**Exercise data:**
****

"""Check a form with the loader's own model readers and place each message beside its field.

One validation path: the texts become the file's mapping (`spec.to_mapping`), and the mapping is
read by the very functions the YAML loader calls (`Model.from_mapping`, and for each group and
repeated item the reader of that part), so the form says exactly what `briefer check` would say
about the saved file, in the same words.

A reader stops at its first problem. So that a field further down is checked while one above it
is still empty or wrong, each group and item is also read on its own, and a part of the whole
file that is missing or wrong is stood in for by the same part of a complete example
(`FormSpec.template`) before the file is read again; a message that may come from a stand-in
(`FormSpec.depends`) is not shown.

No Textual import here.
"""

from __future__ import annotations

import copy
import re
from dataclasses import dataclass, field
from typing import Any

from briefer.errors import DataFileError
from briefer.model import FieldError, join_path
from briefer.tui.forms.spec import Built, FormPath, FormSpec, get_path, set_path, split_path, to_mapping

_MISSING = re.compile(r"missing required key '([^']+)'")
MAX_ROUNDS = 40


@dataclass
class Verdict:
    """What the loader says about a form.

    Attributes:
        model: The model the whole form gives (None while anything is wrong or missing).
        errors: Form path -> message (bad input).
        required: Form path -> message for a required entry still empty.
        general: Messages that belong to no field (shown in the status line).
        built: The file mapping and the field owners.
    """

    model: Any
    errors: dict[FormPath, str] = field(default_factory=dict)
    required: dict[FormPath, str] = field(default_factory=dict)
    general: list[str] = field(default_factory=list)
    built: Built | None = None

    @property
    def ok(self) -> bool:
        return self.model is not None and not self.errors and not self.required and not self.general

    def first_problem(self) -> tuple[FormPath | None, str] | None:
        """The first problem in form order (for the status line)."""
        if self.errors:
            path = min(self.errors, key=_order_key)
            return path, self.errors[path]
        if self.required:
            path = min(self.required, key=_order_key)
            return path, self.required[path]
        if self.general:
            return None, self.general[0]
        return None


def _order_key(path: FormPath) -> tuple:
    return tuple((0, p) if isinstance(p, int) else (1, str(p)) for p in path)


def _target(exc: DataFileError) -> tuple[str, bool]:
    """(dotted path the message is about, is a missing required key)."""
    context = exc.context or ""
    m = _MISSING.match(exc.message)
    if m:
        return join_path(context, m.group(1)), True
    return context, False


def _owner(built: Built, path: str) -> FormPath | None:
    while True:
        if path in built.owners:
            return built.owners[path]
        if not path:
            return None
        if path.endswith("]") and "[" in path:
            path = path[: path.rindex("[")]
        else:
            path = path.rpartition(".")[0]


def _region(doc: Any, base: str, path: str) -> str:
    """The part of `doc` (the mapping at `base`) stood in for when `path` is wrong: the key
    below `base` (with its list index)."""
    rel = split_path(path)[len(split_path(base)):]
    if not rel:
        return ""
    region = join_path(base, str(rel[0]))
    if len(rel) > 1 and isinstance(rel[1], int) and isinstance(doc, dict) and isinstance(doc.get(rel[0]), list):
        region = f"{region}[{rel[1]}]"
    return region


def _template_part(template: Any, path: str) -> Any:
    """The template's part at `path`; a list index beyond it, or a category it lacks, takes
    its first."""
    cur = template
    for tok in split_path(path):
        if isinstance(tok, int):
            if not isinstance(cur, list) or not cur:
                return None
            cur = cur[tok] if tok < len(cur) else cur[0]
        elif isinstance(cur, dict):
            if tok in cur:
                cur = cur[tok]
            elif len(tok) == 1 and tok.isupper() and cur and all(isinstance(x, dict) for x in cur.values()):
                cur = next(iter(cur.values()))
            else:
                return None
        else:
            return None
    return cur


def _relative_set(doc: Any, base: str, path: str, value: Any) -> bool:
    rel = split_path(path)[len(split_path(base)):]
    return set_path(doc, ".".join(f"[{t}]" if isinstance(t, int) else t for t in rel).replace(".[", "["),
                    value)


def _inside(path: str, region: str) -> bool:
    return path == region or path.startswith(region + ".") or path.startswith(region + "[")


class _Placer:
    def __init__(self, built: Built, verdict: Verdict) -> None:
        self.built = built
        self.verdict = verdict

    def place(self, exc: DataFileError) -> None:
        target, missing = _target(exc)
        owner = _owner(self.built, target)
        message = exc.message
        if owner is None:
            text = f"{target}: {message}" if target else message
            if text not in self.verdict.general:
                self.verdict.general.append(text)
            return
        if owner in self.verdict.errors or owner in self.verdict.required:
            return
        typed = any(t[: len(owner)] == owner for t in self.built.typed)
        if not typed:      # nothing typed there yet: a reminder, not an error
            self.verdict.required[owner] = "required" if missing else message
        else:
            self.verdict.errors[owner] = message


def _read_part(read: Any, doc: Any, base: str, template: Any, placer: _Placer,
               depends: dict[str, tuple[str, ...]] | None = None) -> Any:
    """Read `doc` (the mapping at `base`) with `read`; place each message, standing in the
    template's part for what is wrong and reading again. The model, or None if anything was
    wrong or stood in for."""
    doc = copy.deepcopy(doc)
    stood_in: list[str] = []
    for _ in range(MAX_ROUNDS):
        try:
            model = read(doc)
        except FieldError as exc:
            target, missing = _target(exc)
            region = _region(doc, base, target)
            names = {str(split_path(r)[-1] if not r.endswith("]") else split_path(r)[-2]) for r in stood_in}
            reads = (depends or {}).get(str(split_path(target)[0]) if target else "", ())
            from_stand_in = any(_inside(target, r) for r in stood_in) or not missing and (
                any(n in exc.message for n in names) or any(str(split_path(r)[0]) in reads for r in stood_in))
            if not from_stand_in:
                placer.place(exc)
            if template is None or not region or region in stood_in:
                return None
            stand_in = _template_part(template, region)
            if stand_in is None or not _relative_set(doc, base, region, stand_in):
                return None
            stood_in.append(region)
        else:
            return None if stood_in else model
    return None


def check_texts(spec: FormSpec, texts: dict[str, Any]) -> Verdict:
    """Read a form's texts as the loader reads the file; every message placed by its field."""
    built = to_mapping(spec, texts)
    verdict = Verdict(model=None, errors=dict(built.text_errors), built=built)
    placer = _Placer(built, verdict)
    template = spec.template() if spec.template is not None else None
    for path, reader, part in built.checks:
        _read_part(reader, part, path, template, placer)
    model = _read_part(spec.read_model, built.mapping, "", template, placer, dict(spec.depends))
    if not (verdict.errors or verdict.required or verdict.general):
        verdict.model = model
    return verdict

****

**Aim of the exercise:**
Your answer should consist of all lines in the listing above that contain "group".

**Answer box:**
read by the very functions the YAML loader calls (`Model.from_mapping`, and for each group and
is still empty or wrong, each group and item is also read on its own, and a part of the whole
        return join_path(context, m.group(1)), True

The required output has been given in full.